> _Exercise directions_
Return exactly the lines of the records below, starting at the line that contains "rec, err := src.Record(ctx, head.LastID)" and ending at the line that contains "cp.LastRecordedAt = rec.RecordedAt.UTC()", with both of those lines kept.

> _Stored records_
-- -- --
package audit

import (
	"bufio"
	"context"
	"encoding/json"
	"errors"
	"fmt"
	"io"
	"time"

	"filtrate/store"
)

// CheckpointKind identifies the checkpoint format.
const CheckpointKind = "filtrate-audit-checkpoint/1"

// Checkpoint is the chain head at one moment, exported to be kept outside
// the database (write-once storage, the quality manager's records, an email
// to the auditor). The hash chain alone shows that records were not altered
// one by one; it cannot show that someone with full database access did not
// rewrite the whole chain and recompute every hash. A checkpoint kept
// elsewhere can: the record it names must still carry the hash it recorded.
type Checkpoint struct {
	Kind           string    `json:"kind"`
	LastID         int64     `json:"last_id"`
	LastHash       string    `json:"last_hash"`
	LastRecordedAt time.Time `json:"last_recorded_at"`
	TakenAt        time.Time `json:"taken_at"`
}

// TakeCheckpoint reads the chain head and the record it names, checks that
// they agree, and returns the checkpoint.
func TakeCheckpoint(ctx context.Context, src Source, now time.Time) (Checkpoint, error) {
	head, err := src.Head(ctx)
	if err != nil {
		return Checkpoint{}, fmt.Errorf("audit: checkpoint: %w", err)
	}
	cp := Checkpoint{Kind: CheckpointKind, LastID: head.LastID, LastHash: head.LastHash, TakenAt: now.UTC()}
	if head.LastID == 0 {
		return cp, nil
	}
	rec, err := src.Record(ctx, head.LastID)
	if err != nil {
		return Checkpoint{}, fmt.Errorf("audit: checkpoint: read record %d: %w", head.LastID, err)
	}
	if rec.ContentHash != head.LastHash || store.HashRecord(rec) != rec.ContentHash {
		return Checkpoint{}, fmt.Errorf("audit: checkpoint: record %d does not match the chain head; run audit verify", head.LastID)
	}
	cp.LastRecordedAt = rec.RecordedAt.UTC()
	return cp, nil
}

// WriteCheckpoint writes a checkpoint as one JSON line.
func WriteCheckpoint(w io.Writer, cp Checkpoint) error {
	b, err := json.Marshal(cp)
	if err != nil {
		return err
	}
	_, err = fmt.Fprintf(w, "%s\n", b)
	return err
}

// ReadCheckpoints reads checkpoints written by WriteCheckpoint, one JSON
// object per line; blank lines are skipped.
func ReadCheckpoints(r io.Reader) ([]Checkpoint, error) {
	var out []Checkpoint
	sc := bufio.NewScanner(r)
	line := 0
	for sc.Scan() {
		line++
		text := sc.Bytes()
		if len(text) == 0 {
			continue
		}
		var cp Checkpoint
		if err := json.Unmarshal(text, &cp); err != nil {
			return nil, fmt.Errorf("audit: checkpoints line %d: %w", line, err)
		}
		if cp.Kind != CheckpointKind {
			return nil, fmt.Errorf("audit: checkpoints line %d: not a filtrate checkpoint (kind %q)", line, cp.Kind)
		}
		out = append(out, cp)
	}
	if err := sc.Err(); err != nil {
		return nil, fmt.Errorf("audit: checkpoints: %w", err)
	}
	return out, nil
}

// Checkpoint findings.
const (
	// ProblemCheckpointMissing: a record named by a checkpoint is gone.
	ProblemCheckpointMissing ProblemKind = "checkpoint-record-missing"
	// ProblemCheckpointMismatch: a record named by a checkpoint no longer
	// carries the hash the checkpoint recorded (the chain was rewritten).
	ProblemCheckpointMismatch ProblemKind = "checkpoint-mismatch"
)

// CheckCheckpoints checks that every checkpointed record still carries the
// recorded hash.
func CheckCheckpoints(ctx context.Context, src Source, cps []Checkpoint) ([]Problem, error) {
	var probs []Problem
	for _, cp := range cps {
		if cp.LastID == 0 {
			continue
		}
		rec, err := src.Record(ctx, cp.LastID)
		switch {
		case errors.Is(err, store.ErrNotFound):
			probs = append(probs, Problem{Kind: ProblemCheckpointMissing, ID: cp.LastID, LastID: cp.LastID,
				Detail: "checkpoint taken " + cp.TakenAt.Format(time.RFC3339)})
		case err != nil:
			return nil, fmt.Errorf("audit: checkpoint record %d: %w", cp.LastID, err)
		case rec.ContentHash != cp.LastHash:
			probs = append(probs, Problem{Kind: ProblemCheckpointMismatch, ID: cp.LastID, LastID: cp.LastID,
				Detail: "checkpoint taken " + cp.TakenAt.Format(time.RFC3339)})
		}
	}
	return probs, nil
}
-- -- --
> _Solved exercise_
	rec, err := src.Record(ctx, head.LastID)
	if err != nil {
		return Checkpoint{}, fmt.Errorf("audit: checkpoint: read record %d: %w", head.LastID, err)
	}
	if rec.ContentHash != head.LastHash || store.HashRecord(rec) != rec.ContentHash {
		return Checkpoint{}, fmt.Errorf("audit: checkpoint: record %d does not match the chain head; run audit verify", head.LastID)
	}
	cp.LastRecordedAt = rec.RecordedAt.UTC()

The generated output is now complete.